REV. ALFRED CONNETT, McLEANSVILLE.

We hear almost daily of young men and young women who would come here to school if they could only get a room where they could “batch.” I can only hear of one vacant house within two miles of the school, and that is engaged by two students who have not yet returned. Small buildings, say 12×20, one story, two rooms, can be built for about $100 each, and land bought at $6 to $10 per acre, possibly $20 for small tracts. By making some provision of this kind to accommodate students, we should at once draw in ten to twenty students, and these the very ones we most need to reach: namely, those who are preparing to teach, and to preach. Thus, the school would become more widely and more permanently useful. These buildings are needed immediately, or part of them. It is difficult, if not impossible, with their limited means, for the students to obtain board, with suitable accommodations. The white people do not wish to take in boarders, unless at high figures, and the colored people have, usually, but one room in their log houses.

Cannot some church, individual, or individuals, do a work for Christ in this way? If this, or something similar is not done, we shall let an important and precious opportunity slip through our fingers.


TALLADEGA, ALABAMA.

The Story of Ambrose Headen,

AS TOLD BY HIMSELF.

I am fifty-six years old; was born in Chatham Co., N. C.; was a slave forty-three years, sixteen years in North Carolina and twenty seven in Alabama. I have lived in this county forty years. My young master in North Carolina was four years older than myself; he had nine slaves, and I was the only male. He died just before I was sixteen. When I was thirteen I went to learn the carpenter’s trade. I was taken from my mother and sent away to nurse children when I was six. I served three years at the carpenter’s bench and at that time my master died, and I had to be sold to pay his debts.

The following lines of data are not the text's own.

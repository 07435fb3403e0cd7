"""The engine's version; pyproject.toml carries the same (tests/test_layers.py checks)."""

VERSION = "0.1.0"
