"""The rig as frozen dataclasses (SI inside), its problems, and the rig file's constants.

Reading and writing the file (format "shakestill-rig", version 1) is ``rigfile``.
"""

from __future__ import annotations

import math

from dataclasses import dataclass

FORMAT = "shakestill-rig"
VERSION = 1
STANDARD_GRAVITY = 9.80665  # m/s^2, the conventional standard value (CGPM 1901)
AIR_DENSITY = 1.204  # kg/m^3, dry air at 20 C and 101.325 kPa (handbook value)
MAX_LINKS = 3
MIN_SAMPLES = 8  # fewer cannot describe a waveform's first harmonics usefully
WAVEFORMS = ("sine", "crank", "samples")
# Crank radius / rod length the methods resolve: the pivot's acceleration peaks as
# 1 / sqrt(1 - (r/l)^2), needing 112 harmonics at 0.95 (a 3 s check) and 2,000 near 1.
MAX_CRANK_RATIO = 0.95

# The magnitudes the methods are built for, by kind of quantity (in the file's units):
# (smallest non-zero, largest). Past them a value is refused by name as outside what the
# methods resolve: 1e300 overflows the drive's terms, a denormal divides by zero, and a
# link of a micron or a drive at 1e9 rpm would make the scans work without end.
REACH = {
    "length": (1e-12, 100.0),  # m (a link: at least MIN_LINK_M)
    "mass": (1e-12, 1e4),  # kg
    "inertia": (1e-18, 1e4),  # kg m^2
    "damping": (1e-15, 1e4),  # N m s
    "torque": (1e-12, 1e5),  # N m
    "speed": (1e-2, 1e6),  # rpm
    "area": (1e-12, 100.0),  # m^2
    "angle_deg": (1e-12, 360.0),  # deg: a drive's tilt and phase, a lean limit (one turn)
}
UNITS_OF_REACH = {"length": "m", "mass": "kg", "inertia": "kg m^2", "damping": "N m s",
                  "torque": "N m", "speed": "rpm", "area": "m^2", "acceleration": "m/s^2",
                  "angle_deg": "deg"}


def outside_reach(value: float, kind: str, *, reach: tuple | None = None,
                  zero_allowed: bool = False) -> str | None:
    """What is allowed, if ``value`` lies past the magnitudes the methods are built for
    (``reach``: (smallest non-zero or None, largest); by default REACH[kind]), else None."""
    least, most = reach or REACH.get(kind, (None, math.inf))
    if abs(value) <= most and (value == 0 or least is None or abs(value) >= least):
        return None
    unit = UNITS_OF_REACH.get(kind, "")
    span = f"a size up to {most:g}" if least is None else f"a size from {least:g} to {most:g}"
    zero = " (or 0)" if zero_allowed and least is not None else ""
    return f"outside what this method can resolve: use {span} {unit}".rstrip() + zero


MAX_TILT_DEG = 90.0  # a drive axis tilted past horizontal is the same line turned over
MIN_LINK_M = 1e-4  # a link or a connecting rod shorter than 0.1 mm is no pendulum or crank
GRAVITY_REACH = (1e-3, 1e3)  # m/s^2



@dataclass(frozen=True)
class Problem:
    """One thing wrong (or worth a warning) in a rig, at a JSON path."""

    path: str
    message: str

    def __str__(self) -> str:
        return f"{self.path}: {self.message}"


class RigError(ValueError):
    """The rig could not be read; ``problems`` lists every reason."""

    def __init__(self, problems: list[Problem]):
        self.problems = list(problems)
        super().__init__("; ".join(str(p) for p in self.problems))


class OutOfReach(RigError):
    """The rig is outside what the methods can resolve; each problem names the field and
    says why ("outside what this method can resolve: ...")."""


@dataclass(frozen=True)
class PointMass:
    mass_kg: float
    at_m: float  # from the link's own joint
    drag_coefficient: float = 0.0  # quadratic air drag C_d (0: off)
    frontal_area_m2: float = 0.0
    given: frozenset = frozenset()
    extra: tuple = ()


@dataclass(frozen=True)
class Link:
    length_m: float
    rod_mass_kg: float = 0.0
    point_masses: tuple[PointMass, ...] = ()
    extra_inertia_kg_m2: float = 0.0  # about the link's own centre of mass
    joint_damping_N_m_s: float = 0.0  # on the relative angular rate at the joint
    joint_friction_N_m: float = 0.0  # Coulomb torque at the joint
    given: frozenset = frozenset()
    extra: tuple = ()


@dataclass(frozen=True)
class Drive:
    waveform: str
    speed_rpm: float
    stroke_m: float  # operating stroke; for samples, the stroke they are scaled to
    rod_length_m: float = 0.0  # crank only
    samples_m: tuple[float, ...] = ()  # samples only: one cycle at equal phases
    samples_stroke_m: float = 0.0  # samples only: the stroke the samples have as given
    carriage_mass_kg: float = 0.0  # moving mass of the carriage, for drive loads
    given: frozenset = frozenset()
    extra: tuple = ()
    # The pivot's path off vertical, in the swing plane (a tilt out of that plane does not
    # enter a planar model): the pivot moves by s (sin a, cos a), a = axis_tilt_deg, plus
    # x = (side_stroke_m / 2) cos(phase + side_phase_deg) sideways (horizontal).
    axis_tilt_deg: float = 0.0  # towards positive link angles, from vertical
    side_stroke_m: float = 0.0  # peak-to-peak sideways sine motion at the drive frequency
    side_phase_deg: float = 0.0  # its phase lead over the drive phase

    @property
    def frequency_hz(self) -> float:
        return self.speed_rpm / 60.0

    @property
    def off_vertical(self) -> bool:
        """True when the pivot's path has any sideways part."""
        return self.axis_tilt_deg != 0.0 or self.side_stroke_m != 0.0


@dataclass(frozen=True)
class Limits:
    speed_rpm: tuple[float, float]
    stroke_m: tuple[float, float]
    max_force_N: float | None = None  # on the drive (pivot reaction plus carriage)
    max_power_W: float | None = None
    max_accel_m_s2: float | None = None  # of the pivot
    given: frozenset = frozenset()
    extra: tuple = ()
    max_lean_deg: float | None = None  # the held orbit's mean lean a tilt may cause (None: 5)


@dataclass(frozen=True)
class Rig:
    links: tuple[Link, ...]
    drive: Drive
    limits: Limits
    title: str = ""
    g_m_s2: float = STANDARD_GRAVITY
    air_density_kg_m3: float = AIR_DENSITY
    given: frozenset = frozenset()
    extra: tuple = ()
    spreads: tuple = ()  # model.spreads.Spread items: the planner's uncertainty (none: exact)

    @property
    def n_links(self) -> int:
        return len(self.links)


def with_operating_point(rig: Rig, *, speed_rpm: float | None = None,
                         stroke_m: float | None = None) -> Rig:
    """The same rig at another speed and/or stroke."""
    changes = {}
    if speed_rpm is not None:
        changes["speed_rpm"] = float(speed_rpm)
    if stroke_m is not None:
        changes["stroke_m"] = float(stroke_m)
    return swapped(rig, drive=swapped(rig.drive, **changes)) if changes else rig


def swapped(obj, **changes):
    """``dataclasses.replace`` for the hot path of scans (a chart asks for thousands of
    operating points): the same frozen object with some fields swapped, without re-running
    ``__init__`` (a quarter of the time it takes). Only for fields whose new values need
    no checking, as the operating point's floats here."""
    new = object.__new__(type(obj))
    new.__dict__.update(obj.__dict__, **changes)
    return new


def max_stroke_m(rig: Rig) -> float:
    """The largest stroke the analyses take: the limit, and for a crank at most
    MAX_CRANK_RATIO of the radius the rod allows (r < rod length)."""
    hi = rig.limits.stroke_m[1]
    if rig.drive.waveform == "crank":
        hi = min(hi, 2.0 * rig.drive.rod_length_m * MAX_CRANK_RATIO)
    return hi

On the day appointed for the sale I went fourteen miles on foot, and alone, to the place where I was to be sold. On my way I tried to lay some plan to run away. A white woman said she would help me, and told me to go into a certain swamp and she would feed me and help me away, but I was afraid of the dogs and the men that would catch me. No one can tell my feelings on my way to the sale, but I knew I had to go. At the place of sale were 500 people come together to see me sold, and to buy me. I was the only one to be sold. I was on the block three hours while the men were bidding for me. Five of these men were speculators, and the rest were mostly people that lived in that region. While they were selling me there was a good deal of brandy drunk, and they offered me some as I was very tired standing; and I said, “No, sir, I have sorrow enough on me now without drinking that.” I was finally knocked off to a very bad man for $1,780. This man lived about thirteen miles from my old home, and when I knew that he was my master I burst into tears, heart-broken. The overseer took me behind the store and tried to stop me from crying, but I could not stop. At last, my new master said if any one would give for me as much as he had, he might have me, and a man from Alabama, who was out to North Carolina on a visit, said he would, and so I sold again to this man from Alabama, and after three months I was taken away from all my friends away down to Alabama. My new master proved to be a good man, a member of the Baptist Church, and I lived with him twenty-seven years until emancipation. One thing I forgot to tell you, and it made a deep impression on my mind: at the time I was being sold in North Carolina, a man in the crowd cried out with a loud voice, “Hell will boil and overflow at such work as this.” I never can forget that expression.

I was set free by two wills; the first one was burned, and so I was kept in slavery. Once, after I had been absent from home some time, my mistress, on my return, came rushing out to the gate and crying with a loud voice, “Oh, Ambrose, Ambrose! I had rather live in the smokiest cabin on the place, and had your master’s will done, than to be in the king’s palace,” but the will was burned and so it could not be done. The other will that set me free was made ten years before emancipation; but emancipation came before my master died, and so his will did me no good.